Ik vraag mij nu af of 'zuiver toeval' veel voorkomt in het Nederlandse taalgebied of eerder regionaal is.

In het Duits heet het uitsluitend 'purer Zufall' of 'reiner Zufall' maar nooit 'sauberer Zufall' omdat 'sauber' in tegenstelling to 'pur oder rein' blijkbaar uitsluitend naar de toestand van de oppervlakte van iets verwijst. Zou 'zuiver toeval' dan een eerder onzorgvuldige uitdrukking zijn? Maar wat dan met 'zuiver goud' dat ik als alternatief voor 'puur goud' zowel in Noord als Zuid gehoord heb, terwijl ik nog nooit 'rein goud' gehoord heb en het hier zeker niet alleen over 'die Beschaffenheit der Oberfläche geht'?


----------



## Ferrarista

Zuiver toeval hoor ik nooit. Puur toeval wel.


----------



## iRoy

'Zuiver toeval' heb ik wel eens gehoord, maar meestal is het gewoon 'puur toeval' hier. 'Rein toeval' heb ik echter nog nooit gehoord.


----------



## Kayla321

_Puur toeval_ ken ik, maar _zuiver toeval _en _rein toeval_ klinken mij heel vreemd in de oren.


----------



## Suehil

Voor mij 'puur' en 'zuiver' hebben beide een betekenis van 'ongemengd', terwijl 'rein' meer zou meer inhouden van 'niet vies'.  Misschien ligt daarin het verschil?


----------



## jacquesvd

Suehil said:


> Voor mij 'puur' en 'zuiver' hebben beide een betekenis van 'ongemengd', terwijl 'rein' meer zou meer inhouden van 'niet vies'. Misschien ligt daarin het verschil?


 
Ja, zo voel ik het ook aan en daarom hoor ik hier in België zowel puur als 
zuiver toeval, hetgeen overeenstemt mey uw opmerking m.b.t. zuiver en puur.

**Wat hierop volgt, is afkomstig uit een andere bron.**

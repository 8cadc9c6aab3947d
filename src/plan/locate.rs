//! Finding the line of a key in the pipeline text, for errors raised after
//! the TOML was read (range checks name the key, `[section] key = value`,
//! and this adds where it is written).
//!
//! Method: the message's first `[section] key` (or `[section] a.b`) gives
//! the section and the key's last part; the key's line is the first line
//! `key = ...` (or `key=`, or inside an inline table `{ key = ... }`) after
//! a header `[section...]` or `[[section...]]` and before the next header
//! of another section. Without a key, the section's header line. Nothing
//! found: no line (the message still names the key).

/// The 1-based line the message's key is written on, if found.
pub(crate) fn line_of(text: &str, message: &str) -> Option<usize> {
    let open = message.find('[')?;
    let close = open + message[open..].find(']')?;
    let section = message[open + 1..close].trim_matches(['[', ']']).trim();
    let after = message[close..].trim_start_matches(']').trim_start();
    let key_path: String = after
        .chars()
        .take_while(|c| c.is_ascii_alphanumeric() || *c == '_' || *c == '.')
        .collect();
    let key = key_path.rsplit('.').next().unwrap_or("");
    // The value the message quotes (`key = 'v'` or `key = v`), if any.
    let value: String = after[key_path.len()..]
        .trim_start()
        .strip_prefix('=')
        .map(|v| {
            v.trim_start()
                .trim_start_matches(['\'', '"'])
                .chars()
                .take_while(|c| !matches!(c, '\'' | '"' | ' ' | ':' | ';' | ','))
                .collect()
        })
        .unwrap_or_default();
    let with_value = find(text, section, key, &value);
    with_value.or_else(|| find(text, section, key, ""))
}

/// The line of `key` (holding `value`, when not empty) in `section`, else
/// the section's first header line.
fn find(text: &str, section: &str, key: &str, value: &str) -> Option<usize> {
    let mut in_section = false;
    let mut header_line = None;
    for (k, line) in text.lines().enumerate() {
        let t = line.trim_start();
        if t.starts_with('[') {
            let name = t.trim_start_matches('[');
            let name = name.split(']').next().unwrap_or("").trim();
            in_section = name == section || name.starts_with(&format!("{section}."));
            if in_section && header_line.is_none() {
                header_line = Some(k + 1);
            }
            continue;
        }
        if in_section && !key.is_empty() && has_key(t, key) && t.contains(value) {
            return Some(k + 1);
        }
    }
    if value.is_empty() {
        header_line
    } else {
        None
    }
}

/// Whether `line` assigns `key` (at its start or inside an inline table).
fn has_key(line: &str, key: &str) -> bool {
    let mut rest = line;
    while let Some(p) = rest.find(key) {
        let before = rest[..p].chars().last();
        let after = rest[p + key.len()..].trim_start();
        let starts = before.is_none_or(|c| c == '{' || c == ',' || c == '.' || c == ' ');
        if starts && after.starts_with('=') {
            return true;
        }
        rest = &rest[p + key.len()..];
    }
    false
}

#[cfg(test)]
mod tests {
    use super::line_of;

    const TEXT: &str = "[campaign]\nname = \"t\"\n\n[smoothing]\nmethod = \"gaussian\"\nsigma = 1e4\n\n\
                        [validation]\nmedian = { eps = -1, threshold = 2 }\n\n[figures]\nvorticity_limit = 1\n";

    #[test]
    fn keys_are_found_in_their_section() {
        assert_eq!(
            line_of(TEXT, "[smoothing] sigma = 10000 is larger"),
            Some(6)
        );
        assert_eq!(line_of(TEXT, "[validation] median.eps = -1 must"), Some(9));
        assert_eq!(line_of(TEXT, "[figures] vorticity_limit = 1e300"), Some(12));
        // a key not written (a default) gives the section's header
        assert_eq!(line_of(TEXT, "[smoothing] half_width = 3"), Some(4));
        assert_eq!(line_of(TEXT, "no section named"), None);
        let runs = "[[run]]\nid = \"a\"\n[[run]]\nid = \"b/c\"\n";
        assert_eq!(line_of(runs, "[[run]] id = 'b/c' must be"), Some(4));
    }
}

In het Noorden schijnt 'zuiver toeval' nauwelijks voor te komen. Rein toeval heeft blijkbaar nog nooit iemand gehoord en dat stelde ik ook al bij mijn vraag maar hoe dan komt dat 'je reinste toeval' wel gehoord wordt bewijst andermaal dat taal niet altijd logisch is, al lijkt deze uitdrukking ook uitsluitend Vlaams te zijn.

Opvallend is ook het verschil t.o.v. Duits, waar "sauberer Zufall" onmogelijk klinkt en ook niet gebruikt wordt omdat daar 'sauber' alleen op de toestand van de oppervlakte wijst; hetgeen in het Nederlands zeker niet zo is, zoals 'zuiver goud' onmiddellijk aantoont. Alleen ook hier de vraag of 'zuiver goud' typisch Vlaams is of ook in Nederland voorkomt naast, natuurlijk, puur goud.


----------



## Qittat Ulthar

Zuiver goud kan zeker, dat is goud niet "vervuild" met andere materialen. Zuiver toeval klinkt in mijn Zuid-Nederlandse (Noord-Brabant) oren daarentegen erg raar.


----------



## Grytolle

ik ken vooral "louter toeval"


----------



## Joannes

Ik zou *puur toeval* zeggen. *Louter toeval* is okee, maar bekt niet zo gemakkelijk. *Zuiver toeval* zou ik echt nooit zeggen en heb ik eerlijk gezegd nog nooit (bewust) gehoord. *Rein toeval* slaat nergens op.


----------